If you want to break free from limerence, use contact time to focus on the negative aspects of the experience. Dwell on your limerent object’s flaws.
If they have poor hygiene or terrible dress sense then maybe that makes it easy, but the same tactic can be used for personality traits too.
Instead of the old habit of glossing over their rudeness or impatience or arrogance, focus on it.
Again, work with what you’ve got: find the things that you dislike about your limerent object and make that the centre of your attention.
The goal is to retrain your brain—to break the association between your limerent object and reward, by making your contact time less enjoyable.
Go into every meeting with the mindset: this is a chance to practice my mental judo skills, rather than going in with the giddy mix of hope and uncertainty that is keeping you hooked.
One bonus of this approach is that it will probably make you less good company too. So, you’ll get a nice negative cycle going, where you’re concentrating on nitpicking their flaws and they stop wanting to spend time with you.
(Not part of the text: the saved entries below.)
package scan

import (
	"math"
	"math/rand/v2"
	"runtime"
	"testing"

	"gonum.org/v1/gonum/spatial/r3"

	"gapflux/internal/parallel"
)

// The functions below are Level's steps as they were before they were
// restructured for speed; the tests check that the new ones give the same
// bits.

// annulusPointsRef is annulusPoints as it was: it returns the points between radii rlo and rhi (m) about
// (uc, vc), thinned to some 30 points per bin of r0/400 in 72 sectors,
// and the point density of the inner disc (radius 0.9 r0) after thinning.
// Parts of the points are handled at once: each counts its inner and
// annulus points, then writes its annulus points at its offset, in point
// order.
func annulusPointsRef(pts []r3.Vec, f *frame, uc, vc, r0, rlo, rhi float64, sc *levelScratch) *annulus {
	in2, lo2, hi2 := 0.81*r0*r0, rlo*rlo, rhi*rhi
	rr := func(p r3.Vec) (du, dv, w, rr float64) {
		u, v, w := f.coords(p)
		du, dv = u-uc, v-vc
		return du, dv, w, du*du + dv*dv
	}
	n := len(pts)
	parts := rowParts(n)
	nIn, nAnn := make([]int, parts), make([]int, parts)
	parallel.Do(n, parts, func(k, i0, i1 int) {
		for _, p := range pts[i0:i1] {
			_, _, _, r2 := rr(p)
			if r2 < in2 {
				nIn[k]++
			}
			if r2 >= lo2 && r2 < hi2 {
				nAnn[k]++
			}
		}
	})
	nInner, nAnnulus := sumInts(nIn), sumInts(nAnn)
	// Some 30 points per bin of r0/400 in 72 sectors are plenty: thin out
	// denser scans.
	step := max(1, nAnnulus/(30*72*int(400*(rhi-rlo)/r0)))
	a := &annulus{rho: float64(nInner/step) / (math.Pi * 0.81 * r0 * r0)}
	a.ns, _ = rimSectors(a.rho, r0)
	nTake := (n + step - 1) / step
	cnt := nAnn // unthinned, the parts and their counts are those above
	if step > 1 {
		parts = rowParts(nTake)
		cnt = make([]int, parts)
		parallel.Do(nTake, parts, func(k, t0, t1 int) {
			for t := t0; t < t1; t++ {
				if _, _, _, r2 := rr(pts[t*step]); r2 >= lo2 && r2 < hi2 {
					cnt[k]++
				}
			}
		})
	}
	off := blockOffsets(cnt)
	a.r, a.w, a.sec = sc.floats.get(off[parts], 0), sc.floats.get(off[parts], 0), make([]uint8, off[parts])
	fns := float64(a.ns)
	parallel.Do(nTake, parts, func(k, t0, t1 int) {
		o := off[k]
		for t := t0; t < t1; t++ {
			du, dv, w, r2 := rr(pts[t*step])
			if r2 < lo2 || r2 >= hi2 {
				continue
			}
			th := math.Atan2(dv, du)
			s := int((th + math.Pi) / (2 * math.Pi) * fns)
			a.r[o], a.w[o], a.sec[o] = math.Sqrt(r2), w, uint8(min(a.ns-1, max(0, s)))
			o++
		}
	})
	return a
}

// levelRefClouds returns point sets for the reference checks: a dense and
// a sparse disc with a rising wall, tilted and off centre, a few stray
// points, and sizes that do not fill whole words of a bit set.
func levelRefClouds() map[string][]r3.Vec {
	cloud := func(n int, seed uint64) []r3.Vec {
		rng := rand.New(rand.NewPCG(seed, 3))
		pts := make([]r3.Vec, n)
		for i := range pts {
			r := 0.14 * math.Sqrt(rng.Float64())
			th := 2 * math.Pi * rng.Float64()
			z := 1e-5 * rng.NormFloat64()
			if r > 0.1 {
				z += 3 * (r - 0.1)
			}
			x, y := 0.01+r*math.Cos(th), -0.02+r*math.Sin(th)
			pts[i] = r3.Vec{X: x, Y: y + 0.05*z, Z: 0.3 + z + 0.02*x}
		}
		for i := 0; i < n; i += 97 {
			pts[i].Z += 0.5
		}
		return pts
	}
	return map[string][]r3.Vec{
		"dense":  cloud(300001, 1),
		"middle": cloud(40000, 2),
		"sparse": cloud(1237, 3),
		"tiny":   cloud(101, 4),
	}
}

// levelRefFrame is a frame for the reference checks, slightly tilted.
func levelRefFrame() frame {
	return newFrame(r3.Vec{X: 0.012, Y: -0.019, Z: 0.3}, r3.Vec{X: -0.02, Y: 0.001, Z: 1})
}

// TestAnnulusPointsMatchesReference checks that annulusPoints gives the
// reference's points, heights, sectors and density to the bit, thinned
// and not, on 1 to 3 processors. Both compute each point's coordinates
// with frame.coords and the same expressions, so a build that fuses
// multiply-add fuses both alike.
func TestAnnulusPointsMatchesReference(t *testing.T) {
	f := levelRefFrame()
	for name, pts := range levelRefClouds() {
		for _, procs := range []int{1, 2, 3} {
			for _, tc := range []struct{ r0, rlo, rhi float64 }{{0.1, 0.055, 0.135}, {0.1, 0.055, 0.3}, {0.05, 0.0275, 0.0675}, {1, 0.05, 0.14}, {0.5, 0.02, 0.14}} {
				prev := runtime.GOMAXPROCS(procs)
				want := annulusPointsRef(pts, &f, 0.001, -0.002, tc.r0, tc.rlo, tc.rhi, &levelScratch{})
				got := annulusPoints(pts, &f, 0.001, -0.002, tc.r0, tc.rlo, tc.rhi, &levelScratch{})
				runtime.GOMAXPROCS(prev)
				if !sameAnnulus(got, want) {
					t.Errorf("%s, %d procs, %+v: annulus differs from the reference (%d points, want %d)", name, procs, tc, len(got.r), len(want.r))
				}
			}
		}
	}
}

// sameAnnulus reports whether a and b hold the same bits.
func sameAnnulus(a, b *annulus) bool {
	if a.ns != b.ns || math.Float64bits(a.rho) != math.Float64bits(b.rho) || len(a.r) != len(b.r) || len(a.w) != len(b.w) || len(a.sec) != len(b.sec) {
		return false
	}
	for i := range a.r {
		if math.Float64bits(a.r[i]) != math.Float64bits(b.r[i]) || math.Float64bits(a.w[i]) != math.Float64bits(b.w[i]) || a.sec[i] != b.sec[i] {
			return false
		}
	}
	return true
}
So, I’ve been a bit flippant, but the idea works.
You need to reframe the way you interact with your limerent object if you want to free yourself from obsession.
Disrupt the old dynamic of your contact time. Because that was reinforcing limerence. Make contact feel burdensome rather than arousing.
Break the subconscious link between them and reward.
If you have to have contact, use it, to rewrite what your limerent object means to your subconscious.
Now like many challenges in life: it doesn’t feel good in the moment, but it pays off in the long term when you free yourself from the obsession.